Aside from the basic needs, 17% of the respondents claimed that they try to invest and save as well.
"Hindi lang siya pang-gastos talaga lahat. So they spare a little, kahit papaano. For them to save, they invest on household appliances, they get insurance, they buy real estate, get a car, some said they started to have a business. Mayroon din pong tumataya sa lotto," Estandarte said.
Another notable improvement from the 2007 survey is the payment of loans/debt which decreased from 8% to 2% this year.

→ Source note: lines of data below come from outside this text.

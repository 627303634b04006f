"""The relay-box frame codec: checksum against its published check value, round trips, damage."""

from __future__ import annotations

import re
from pathlib import Path

import pytest
from hypothesis import given
from hypothesis import strategies as st

from drivers.relay_frames import (
    MAX_COMMAND_LINE,
    BoxInfo,
    BoxState,
    Command,
    ErrorCode,
    FrameError,
    Reply,
    Verb,
    WatchdogMode,
    crc8,
    decode_command,
    decode_reply,
    encode_command,
    encode_reply,
    format_counts,
    format_info,
    format_relays,
    format_state,
    next_seq,
    parse_counts,
    parse_info,
    parse_relays,
    parse_state,
    parse_watchdog_ms,
)

# Argument text: printable ASCII without space and '*'.
ARG_CHARS = "".join(chr(c) for c in range(0x21, 0x7F) if chr(c) != "*")
seqs = st.integers(min_value=0, max_value=0xFFFF)
args = st.text(alphabet=ARG_CHARS, max_size=40)
texts = st.text(alphabet="".join(c for c in ARG_CHARS + " "), max_size=60)
verbs = st.sampled_from([v.value for v in Verb])


# ---- checksum ---------------------------------------------------------------------------------


def test_crc8_matches_the_catalogue_check_value() -> None:
    # CRC-8/SMBUS in the catalogue of parametrised CRC algorithms (CRC RevEng):
    # width=8 poly=0x07 init=0x00 refin=false refout=false xorout=0x00 check=0xF4 residue=0x00.
    # Recalled from memory, confirmed against the crc-catalog crate's documentation of it.
    assert crc8(b"123456789") == 0xF4


@given(st.binary(max_size=200))
def test_crc8_residue_is_zero(data: bytes) -> None:
    # The catalogue's residue 0x00: running the CRC over data followed by its CRC gives 0.
    assert crc8(data + bytes([crc8(data)])) == 0x00


def test_crc8_of_nothing_is_init() -> None:
    assert crc8(b"") == 0x00


# ---- round trips ------------------------------------------------------------------------------


@given(seqs, verbs, args)
def test_command_round_trip(seq: int, verb: str, arg: str) -> None:
    command = Command(seq, verb, arg)
    frame = encode_command(command)
    assert re.fullmatch(rb"[0-9A-F]{4} [A-Z]+( [^ *]+)?\*[0-9A-F]{2}\n", frame)
    assert decode_command(frame) == command


@given(seqs, texts)
def test_ok_reply_round_trip(seq: int, payload: str) -> None:
    payload = payload.strip()
    reply = Reply(seq, True, payload=payload)
    assert decode_reply(encode_reply(reply)) == reply


@given(st.one_of(st.none(), seqs), st.integers(min_value=0, max_value=999), texts)
def test_error_reply_round_trip(seq: int | None, code: int, text: str) -> None:
    text = text.strip()
    reply = Reply(seq, False, code=code, text=text)
    assert decode_reply(encode_reply(reply)) == reply


def test_frame_layout() -> None:
    frame = encode_command(Command(0x00AB, "SET", "1,3"))
    body = b"00AB SET 1,3"
    assert frame == body + b"*" + f"{crc8(body):02X}".encode() + b"\n"
    assert encode_reply(Reply(None, False, code=11, text="bad")).startswith(b"---- ERR 11 bad*")


# ---- corruption -------------------------------------------------------------------------------


@given(seqs, verbs, args, st.data())
def test_any_changed_character_is_caught(
    seq: int, verb: str, arg: str, data: st.DataObject
) -> None:
    frame = encode_command(Command(seq, verb, arg))
    index = data.draw(st.integers(min_value=0, max_value=len(frame) - 2), label="index")
    original = chr(frame[index])
    replacement = data.draw(
        st.sampled_from([chr(c) for c in range(0x20, 0x7F) if chr(c) != original]),
        label="replacement",
    )
    damaged = frame[:index] + replacement.encode() + frame[index + 1 :]
    with pytest.raises(FrameError):
        decode_command(damaged)


def test_flipped_bit_in_body_is_a_checksum_error_with_untrusted_seq() -> None:
    frame = bytearray(encode_command(Command(7, "SET", "1,2")))
    frame[-6] ^= 0x01  # the '1' of "1,2" becomes '0'
    with pytest.raises(FrameError) as caught:
        decode_command(bytes(frame))
    assert caught.value.code is ErrorCode.BAD_CHECKSUM
    assert caught.value.seq is None


@pytest.mark.parametrize(
    ("line", "code"),
    [
        (b"hello\n", ErrorCode.MALFORMED),
        (b"0001 WHO*ZZ\n", ErrorCode.MALFORMED),
        (b"0001 WHO\n", ErrorCode.MALFORMED),
        (b"0001 WHO*00", ErrorCode.MALFORMED),  # no terminator
        (b"0001 WH\xc3\x96*00\n", ErrorCode.MALFORMED),
        (b"0001 WHO\r*00\n", ErrorCode.MALFORMED),
        (b"0001 W*O*00\n", ErrorCode.MALFORMED),
        (b"1" * MAX_COMMAND_LINE + b"\n", ErrorCode.LINE_TOO_LONG),
    ],
)
def test_bad_lines_are_refused(line: bytes, code: ErrorCode) -> None:
    with pytest.raises(FrameError) as caught:
        decode_command(line)
    assert caught.value.code is code


def _sealed(body: str) -> bytes:
    return body.encode() + b"*" + f"{crc8(body.encode()):02X}".encode() + b"\n"


def test_lowercase_checksum_is_refused() -> None:
    bodies = (f"{seq:04X} STATE" for seq in range(100))
    body = next(b for b in bodies if re.search("[A-F]", f"{crc8(b.encode()):02X}"))
    frame = body.encode() + b"*" + f"{crc8(body.encode()):02x}".encode() + b"\n"
    with pytest.raises(FrameError) as caught:
        decode_command(frame)
    assert caught.value.code is ErrorCode.MALFORMED
    assert decode_command(frame.upper()) == Command(int(body[:4], 16), "STATE")


def test_good_checksum_but_bad_grammar_keeps_the_seq() -> None:
    with pytest.raises(FrameError) as caught:
        decode_command(_sealed("00FF set 1"))
    assert caught.value.code is ErrorCode.MALFORMED
    assert caught.value.seq == 0xFF
    with pytest.raises(FrameError) as caught:
        decode_command(_sealed("00FF SET 1 2"))
    assert caught.value.seq == 0xFF


def test_bad_seq_field_is_untrusted() -> None:
    with pytest.raises(FrameError) as caught:
        decode_command(_sealed("12G4 WHO"))
    assert caught.value.seq is None


def test_reply_decoding_refuses_ok_without_seq_and_unknown_status() -> None:
    with pytest.raises(FrameError):
        decode_reply(_sealed("---- OK"))
    with pytest.raises(FrameError):
        decode_reply(_sealed("0001 MAYBE"))
    with pytest.raises(FrameError):
        decode_reply(_sealed("0001 ERR x text"))


# ---- sequence numbers -------------------------------------------------------------------------


def test_sequence_wraps() -> None:
    assert next_seq(0) == 1
    assert next_seq(0xFFFE) == 0xFFFF
    assert next_seq(0xFFFF) == 0
    assert encode_command(Command(0xFFFF, "BEAT")).startswith(b"FFFF BEAT*")
    assert encode_command(Command(0, "BEAT")).startswith(b"0000 BEAT*")


@pytest.mark.parametrize("seq", [-1, 0x10000])
def test_sequence_out_of_range_is_refused(seq: int) -> None:
    with pytest.raises(FrameError, match=r"0\.\.65535"):
        encode_command(Command(seq, "BEAT"))


@given(seqs)
def test_next_seq_stays_in_range_and_advances(seq: int) -> None:
    after = next_seq(seq)
    assert 0 <= after <= 0xFFFF
    assert (after - seq) % 0x10000 == 1


def test_encoder_refuses_bad_verbs_and_args() -> None:
    with pytest.raises(FrameError):
        encode_command(Command(1, "set"))
    with pytest.raises(FrameError):
        encode_command(Command(1, "SET", "1 2"))
    with pytest.raises(FrameError):
        encode_command(Command(1, "SET", "1*2"))
    with pytest.raises(FrameError):
        encode_reply(Reply(None, True))


# ---- payloads ---------------------------------------------------------------------------------


@given(st.frozensets(st.integers(min_value=1, max_value=999), max_size=20))
def test_relay_list_round_trip(relays: frozenset[int]) -> None:
    assert frozenset(parse_relays(format_relays(relays))) == relays


def test_relay_list_format() -> None:
    assert format_relays([]) == "-"
    assert format_relays([5, 1, 3, 1]) == "1,3,5"


@pytest.mark.parametrize("text", ["", "1,,2", "1,x", "-1", "1,2,1", "1;2", " 1"])
def test_bad_relay_lists(text: str) -> None:
    with pytest.raises(FrameError) as caught:
        parse_relays(text)
    assert caught.value.code is ErrorCode.BAD_ARGUMENT


def test_state_info_counts_round_trip() -> None:
    state = BoxState(frozenset({2, 9}), WatchdogMode.ARMED, 250)
    assert format_state(state) == "closed=2,9 wd=armed wd_ms=250"
    assert parse_state(format_state(state)) == state
    info = BoxInfo(16, 4, "maker, model x,SN 1,2.0")
    assert parse_info(format_info(info)) == info
    assert parse_counts(format_counts([0, 12, 3])) == [0, 12, 3]


@pytest.mark.parametrize(
    "payload", ["closed=1 wd=maybe wd_ms=0", "wd=off closed=1 wd_ms=0", "closed=1 wd=off", ""]
)
def test_bad_state_payload(payload: str) -> None:
    with pytest.raises(FrameError):
        parse_state(payload)


def test_watchdog_ms_range() -> None:
    assert parse_watchdog_ms("20") == 20
    assert parse_watchdog_ms("600000") == 600000
    with pytest.raises(FrameError) as caught:
        parse_watchdog_ms("19")
    assert caught.value.code is ErrorCode.OUT_OF_RANGE
    with pytest.raises(FrameError) as caught:
        parse_watchdog_ms("0.5")
    assert caught.value.code is ErrorCode.BAD_ARGUMENT


# ---- the protocol page ------------------------------------------------------------------------

DOC = Path(__file__).resolve().parents[1] / "docs" / "relay-box-protocol.md"


def test_examples_in_the_protocol_page_are_valid_frames() -> None:
    lines = DOC.read_text(encoding="utf-8").splitlines()
    sent = [ln[6:] for ln in lines if ln.startswith("host> ")]
    damaged = [ln[6:] for ln in lines if ln.startswith("host! ")]
    answered = [ln[6:] for ln in lines if ln.startswith("box<  ")]
    assert len(sent) >= 8 and damaged and len(answered) >= 8
    for line in sent:
        assert encode_command(decode_command(line.encode() + b"\n")) == line.encode() + b"\n"
    for line in answered:
        assert encode_reply(decode_reply(line.encode() + b"\n")) == line.encode() + b"\n"
    for line in damaged:
        with pytest.raises(FrameError) as caught:
            decode_command(line.encode() + b"\n")
        assert caught.value.code is ErrorCode.BAD_CHECKSUM


def test_error_codes_in_the_protocol_page_match_the_codec() -> None:
    rows = re.findall(r"^\| (\d\d) \|", DOC.read_text(encoding="utf-8"), flags=re.MULTILINE)
    assert sorted(int(r) for r in rows) == sorted(int(c) for c in ErrorCode)


def test_verbs_in_the_protocol_page_match_the_codec() -> None:
    rows = re.findall(r"^\| `([A-Z]+)` \|", DOC.read_text(encoding="utf-8"), flags=re.MULTILINE)
    assert sorted(rows) == sorted(v.value for v in Verb)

"The 2%, these are OFWs na nababayad pa po ng kanilang utang para sa sila ay makaalis...placement fees," said Estandarte. "We see that they do allocate their money wisely," she added.
Items invested on
The survey also showed that families of OFWs invest on appliances, entertainment media and gadgets like laptops and mobile phones for their children and for communication purposes.
"We saw that OFW families have higher ownership rate compared to the regular Filipino families. Given all these entertainment media that they have, and the ownership of gadgets, we see that their (media) exposure is relatively higher than the regular Filipino family," she said.
Bautista also cited a previous study that showed OFWs as one of highest internet users, tapping social media such as Facebook and Twitter, to be able to get in touch with their families.
"Which is why investments in things like mobile phones, computers and internet access is also a priority in this segment," said Bautista.
Meanwhile, compared to the regular Filipino family, more OFW families are spending time together by going to the malls (82%), supermarkets (76%), and eating out in fastfoods (83%) at least once a month.
"Looking at it as well, their consumption of going out, dining out, is higher than that of a regular Filipino family," she said.